There was a series pilot that ran as a 2-hour (or so) movie, sometime between 79 and 84. It was a fantasy story, with the hero traipsing all over the place looking for something. The hero ends up with this bow with a huge honkin' emerald set in the grip. Hero picks up bow, and gets an arrow-shaped scar burned into the shoulder. The bow had all sorts of special powers, though I'm not sure of what any of them were. I *think* the thing could shoot green lightning bolts. 

(Reason I'm not sure of the bow's powers is because my ranger character got said bow about a month later, deep in the yuan-ti jungles. There was a module with a yuan-ti city/ruins that you had to clean out, and at the end of the adventure, there was the bow. My dm statted it out as an artifact, which had the green lightning action, plus the "magic arrows" a la D&D cartoon, plus a few other "minor" powers... with oddball "side benefits" like needing to eat 6x as much as normal and being insubstantial to metal.)

Anyhow.... anyone got a clue what series this movie was supposed to be the pilot for? The series never happened.


----------



## trancejeremy (Aug 8, 2005)

Haven't seen it, but remember it coming up here - wasn't it something like "The Archer :Fugitive from the Empire"

http://www.imdb.com/title/tt0082027/


----------



## Ranger REG (Aug 8, 2005)

trancejeremy said:
			
		

> Haven't seen it, but remember it coming up here - wasn't it something like "The Archer :Fugitive from the Empire"
> 
> http://www.imdb.com/title/tt0082027/



I haven't seen that in a long time. The franchise should consider a direct-to-video format.


----------



## Truth Seeker (Aug 9, 2005)

Wow, that is a flashback.


----------



## Steel_Wind (Aug 9, 2005)

It was not a series, so much as it was stated to be one of a planned number of 6 made for TV movies in the fantasy genre on NBC I think, coming in on the tail of the _Conan_ movies, the initial AD&D craze and _Wizards and Warriors_. ("Marco, my shield!").

I am not sure if _Hawk the Slayer _ was also part of that misguided effort or not.
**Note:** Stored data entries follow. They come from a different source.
"""Names of sugars: IUPAC-IUBMB systematic names and the trivial names in use.

Systematic names follow *Nomenclature of Carbohydrates* (IUPAC-IUBMB 1996,
Pure Appl. Chem. 68, 1919): configurational prefixes (2-Carb-8.2), groups of
four centres counted from C-1 with the group farthest from C-1 cited first
(2-Carb-8.3), ketoses as ``-2-uloses``, deoxy and amino-deoxy sugars
(2-Carb-10, -11) and uronic acids (2-Carb-20).

:func:`systematic_name` and :func:`trivial_name` go from structure to name;
:func:`from_name` goes back and accepts either.
"""

from __future__ import annotations

import difflib
import re
from functools import lru_cache

from workbench.chem.chain import LEFT, RIGHT, STEREO_GROUPS, Chain
from workbench.chem.smiles import RingForm, ring_forms
from workbench.errors import NameNotRecognisedError

__all__ = [
    "PREFIXES",
    "TRIVIAL",
    "configurational_prefix",
    "systematic_name",
    "trivial_name",
    "display_name",
    "from_name",
    "known_names",
    "ring_name",
    "is_alditol",
    "alditol_names",
]

# D-prefixes: sides of the centres from the lowest- to the highest-numbered
# ("r" right, "l" left), IUPAC-IUBMB 2-Carb-8.2.
PREFIXES: dict[str, str] = {
    "r": "glycero",
    "rr": "erythro",
    "lr": "threo",
    "rrr": "ribo",
    "lrr": "arabino",
    "rlr": "xylo",
    "llr": "lyxo",
    "rrrr": "allo",
    "lrrr": "altro",
    "rlrr": "gluco",
    "llrr": "manno",
    "rrlr": "gulo",
    "lrlr": "ido",
    "rllr": "galacto",
    "lllr": "talo",
}
_PATTERN_OF = {v: k for k, v in PREFIXES.items()}

_STEMS = {3: "tri", 4: "tetr", 5: "pent", 6: "hex", 7: "hept", 8: "oct", 9: "non"}
_STEM_CARBONS = {v: k for k, v in _STEMS.items()}
_MULTIPLIERS = {1: "", 2: "di", 3: "tri", 4: "tetra"}
# Alditols (IUPAC-IUBMB 2-Carb-19): old names in use for one alditol, read but never written.
_ALDITOL_SYNONYMS = {"sorbitol": "D-glucitol", "dulcitol": "galactitol", "adonitol": "ribitol"}

# Trivial names of the D-enantiomer (the L form is named by mirror image).
# Sources: IUPAC-IUBMB 1996 (2-Carb-8, -10, -11, -20); Collins and Ferrier,
# *Monosaccharides* (1995) for the deoxy and amino sugars [from memory].
TRIVIAL: dict[str, str] = {
    "glyceraldehyde": "D-glycero-triose",
    "erythrose": "D-erythro-tetrose",
    "threose": "D-threo-tetrose",
    "ribose": "D-ribo-pentose",
    "arabinose": "D-arabino-pentose",
    "xylose": "D-xylo-pentose",
    "lyxose": "D-lyxo-pentose",
    "allose": "D-allo-hexose",
    "altrose": "D-altro-hexose",
    "glucose": "D-gluco-hexose",
    "mannose": "D-manno-hexose",
    "gulose": "D-gulo-hexose",
    "idose": "D-ido-hexose",
    "galactose": "D-galacto-hexose",
    "talose": "D-talo-hexose",
    "erythrulose": "D-glycero-tetrulose",
    "ribulose": "D-erythro-pent-2-ulose",
    "xylulose": "D-threo-pent-2-ulose",
    "psicose": "D-ribo-hex-2-ulose",
    "fructose": "D-arabino-hex-2-ulose",
    "sorbose": "D-xylo-hex-2-ulose",
    "tagatose": "D-lyxo-hex-2-ulose",
    "sedoheptulose": "D-altro-hept-2-ulose",
    "mannoheptulose": "D-manno-hept-2-ulose",
    "2-deoxy-{s}-ribose": "2-deoxy-D-erythro-pentose",
    "2-deoxy-{s}-glucose": "2-deoxy-D-arabino-hexose",
    "2-deoxy-{s}-galactose": "2-deoxy-D-lyxo-hexose",
    "rhamnose": "6-deoxy-D-manno-hexose",
    "fucose": "6-deoxy-D-galacto-hexose",
    "quinovose": "6-deoxy-D-gluco-hexose",
    "digitoxose": "2,6-dideoxy-D-ribo-hexose",
    "olivose": "2,6-dideoxy-D-arabino-hexose",
    "glucosamine": "2-amino-2-deoxy-D-gluco-hexose",
    "galactosamine": "2-amino-2-deoxy-D-galacto-hexose",
    "mannosamine": "2-amino-2-deoxy-D-manno-hexose",
    "fucosamine": "2-amino-2,6-dideoxy-D-galacto-hexose",
    "quinovosamine": "2-amino-2,6-dideoxy-D-gluco-hexose",
    "glucuronic acid": "D-gluco-hexuronic acid",
    "galacturonic acid": "D-galacto-hexuronic acid",
    "mannuronic acid": "D-manno-hexuronic acid",
    "guluronic acid": "D-gulo-hexuronic acid",
    "iduronic acid": "D-ido-hexuronic acid",
}
# N-acetyl amino sugars (2-Carb-11: 2-acetamido-2-deoxy-D-glucose = N-acetyl-D-glucosamine).
TRIVIAL.update(
    {
        f"N-acetyl-{{s}}-{name}": systematic.replace("2-amino-2-deoxy-", "2-acetamido-2-deoxy-").replace(
            "2-amino-2,6-dideoxy-", "2-acetamido-2,6-dideoxy-"
        )
        for name, systematic in list(TRIVIAL.items())
        if name.endswith("osamine")
    }
)


def _with_series(trivial: str, series: str) -> str:
    """``D-glucose`` or, for names with a placeholder, ``2-deoxy-D-ribose``."""
    return trivial.format(s=series) if "{s}" in trivial else f"{series}-{trivial}"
One of my players at the time had an uber_powered bow based on that ridiculously overpowerd thing.  Years later, the character is still referred to as "The Hard-on Bowman".

Good times.


----------



## Truth Seeker (Aug 9, 2005)

Hawk the Slayer might have been, cause the ending was a setup, for another story. But again, like you said, it might not have panned out.


----------



## Steverooo (Aug 10, 2005)

*Here's the recent thread about it:*

http://www.enworld.org/showthread.php?t=138351


----------



## Dagger75 (Aug 10, 2005)

I find it funny both threads are right next to each other.


----------